» **Task item**
Every line in the data below that holds "order" should be found and copied.

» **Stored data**
§
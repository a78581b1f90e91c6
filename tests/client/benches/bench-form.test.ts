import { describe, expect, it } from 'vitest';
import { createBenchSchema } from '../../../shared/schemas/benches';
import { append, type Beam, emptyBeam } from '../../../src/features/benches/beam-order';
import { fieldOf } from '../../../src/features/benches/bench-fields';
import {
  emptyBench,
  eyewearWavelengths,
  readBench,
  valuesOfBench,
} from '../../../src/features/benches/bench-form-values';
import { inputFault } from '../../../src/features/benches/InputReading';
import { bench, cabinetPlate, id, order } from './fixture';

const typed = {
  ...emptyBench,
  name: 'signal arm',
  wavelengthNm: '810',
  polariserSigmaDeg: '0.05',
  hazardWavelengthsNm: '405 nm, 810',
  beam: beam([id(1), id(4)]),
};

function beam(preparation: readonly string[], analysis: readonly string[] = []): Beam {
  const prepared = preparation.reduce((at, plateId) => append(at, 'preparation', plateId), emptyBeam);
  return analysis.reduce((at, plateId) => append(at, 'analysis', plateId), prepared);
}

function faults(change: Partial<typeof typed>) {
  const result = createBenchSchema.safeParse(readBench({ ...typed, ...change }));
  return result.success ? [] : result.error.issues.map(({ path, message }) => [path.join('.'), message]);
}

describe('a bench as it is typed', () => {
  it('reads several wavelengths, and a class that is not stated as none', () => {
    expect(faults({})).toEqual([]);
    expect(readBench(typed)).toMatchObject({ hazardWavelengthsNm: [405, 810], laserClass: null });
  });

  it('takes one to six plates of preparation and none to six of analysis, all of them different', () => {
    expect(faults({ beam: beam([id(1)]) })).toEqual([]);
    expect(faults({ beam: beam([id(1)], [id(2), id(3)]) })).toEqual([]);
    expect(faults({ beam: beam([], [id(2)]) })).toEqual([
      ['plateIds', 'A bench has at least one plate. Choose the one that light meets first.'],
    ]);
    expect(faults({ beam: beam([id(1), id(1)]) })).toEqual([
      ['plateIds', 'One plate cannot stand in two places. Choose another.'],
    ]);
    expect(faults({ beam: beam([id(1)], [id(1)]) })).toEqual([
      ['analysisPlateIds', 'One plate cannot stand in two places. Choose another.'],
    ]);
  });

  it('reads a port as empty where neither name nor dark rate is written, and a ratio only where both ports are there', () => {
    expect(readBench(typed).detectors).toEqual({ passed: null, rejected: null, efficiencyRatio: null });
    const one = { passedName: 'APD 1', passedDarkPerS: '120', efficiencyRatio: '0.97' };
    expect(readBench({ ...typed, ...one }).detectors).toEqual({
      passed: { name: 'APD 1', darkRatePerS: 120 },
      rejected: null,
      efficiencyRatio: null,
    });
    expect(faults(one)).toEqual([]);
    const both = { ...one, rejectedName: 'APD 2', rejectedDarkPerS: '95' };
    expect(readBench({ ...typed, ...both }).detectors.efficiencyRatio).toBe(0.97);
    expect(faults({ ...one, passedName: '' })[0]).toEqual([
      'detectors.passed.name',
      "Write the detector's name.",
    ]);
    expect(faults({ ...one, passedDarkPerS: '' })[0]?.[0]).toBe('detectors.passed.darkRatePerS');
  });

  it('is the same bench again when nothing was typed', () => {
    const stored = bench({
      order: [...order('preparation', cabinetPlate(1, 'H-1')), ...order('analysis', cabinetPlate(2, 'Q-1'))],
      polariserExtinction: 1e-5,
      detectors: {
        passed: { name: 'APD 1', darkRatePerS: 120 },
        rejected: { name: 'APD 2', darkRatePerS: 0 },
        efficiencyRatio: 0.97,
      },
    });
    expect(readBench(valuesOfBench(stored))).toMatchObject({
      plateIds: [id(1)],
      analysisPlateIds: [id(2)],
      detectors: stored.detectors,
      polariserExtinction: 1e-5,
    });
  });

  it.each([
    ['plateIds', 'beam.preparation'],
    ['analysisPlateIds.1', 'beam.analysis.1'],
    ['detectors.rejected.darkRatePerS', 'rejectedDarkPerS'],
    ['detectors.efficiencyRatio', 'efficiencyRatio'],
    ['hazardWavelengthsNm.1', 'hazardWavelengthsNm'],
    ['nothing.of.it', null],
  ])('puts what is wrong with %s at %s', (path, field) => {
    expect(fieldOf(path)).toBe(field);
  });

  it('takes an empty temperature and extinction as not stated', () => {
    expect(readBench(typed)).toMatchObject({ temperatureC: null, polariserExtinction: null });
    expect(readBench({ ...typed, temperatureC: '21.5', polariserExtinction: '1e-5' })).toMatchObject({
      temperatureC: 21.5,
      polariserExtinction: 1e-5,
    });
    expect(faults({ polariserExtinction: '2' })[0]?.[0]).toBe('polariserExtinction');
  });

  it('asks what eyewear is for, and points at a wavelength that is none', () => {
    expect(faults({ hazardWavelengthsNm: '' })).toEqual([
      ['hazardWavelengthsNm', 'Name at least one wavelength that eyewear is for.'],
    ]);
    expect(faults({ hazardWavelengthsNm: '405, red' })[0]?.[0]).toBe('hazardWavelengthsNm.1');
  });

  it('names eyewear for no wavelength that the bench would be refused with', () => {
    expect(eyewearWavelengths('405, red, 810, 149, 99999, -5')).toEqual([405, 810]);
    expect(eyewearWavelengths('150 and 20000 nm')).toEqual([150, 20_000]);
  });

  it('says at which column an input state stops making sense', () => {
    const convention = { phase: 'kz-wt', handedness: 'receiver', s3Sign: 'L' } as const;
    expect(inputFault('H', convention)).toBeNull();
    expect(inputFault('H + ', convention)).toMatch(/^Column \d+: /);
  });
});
§
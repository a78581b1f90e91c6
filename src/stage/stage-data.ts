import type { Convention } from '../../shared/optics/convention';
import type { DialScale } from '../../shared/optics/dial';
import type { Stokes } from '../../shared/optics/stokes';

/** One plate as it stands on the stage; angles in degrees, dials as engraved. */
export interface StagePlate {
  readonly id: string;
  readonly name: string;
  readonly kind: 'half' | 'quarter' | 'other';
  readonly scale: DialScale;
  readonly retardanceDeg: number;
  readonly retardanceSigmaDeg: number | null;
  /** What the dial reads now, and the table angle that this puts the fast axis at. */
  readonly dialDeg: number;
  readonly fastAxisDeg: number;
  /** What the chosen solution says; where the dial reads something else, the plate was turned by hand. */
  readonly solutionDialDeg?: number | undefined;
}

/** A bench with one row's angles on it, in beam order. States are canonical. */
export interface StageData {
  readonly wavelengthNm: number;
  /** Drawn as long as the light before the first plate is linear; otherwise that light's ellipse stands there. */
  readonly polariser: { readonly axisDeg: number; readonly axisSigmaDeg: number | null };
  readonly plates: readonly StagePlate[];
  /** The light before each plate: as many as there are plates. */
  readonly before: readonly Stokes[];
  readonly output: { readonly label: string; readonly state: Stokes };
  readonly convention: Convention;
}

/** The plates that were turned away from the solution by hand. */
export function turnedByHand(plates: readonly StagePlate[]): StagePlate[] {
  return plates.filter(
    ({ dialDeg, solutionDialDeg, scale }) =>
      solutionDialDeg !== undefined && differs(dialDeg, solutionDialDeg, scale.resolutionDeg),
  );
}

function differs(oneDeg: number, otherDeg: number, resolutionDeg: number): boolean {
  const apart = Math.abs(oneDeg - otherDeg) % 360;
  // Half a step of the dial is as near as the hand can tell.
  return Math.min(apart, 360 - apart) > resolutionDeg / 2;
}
§
» **Task solution**
import { append, type Beam, emptyBeam } from '../../../src/features/benches/beam-order';
import { bench, cabinetPlate, id, order } from './fixture';
      order: [...order('preparation', cabinetPlate(1, 'H-1')), ...order('analysis', cabinetPlate(2, 'Q-1'))],
/** A bench with one row's angles on it, in beam order. States are canonical. */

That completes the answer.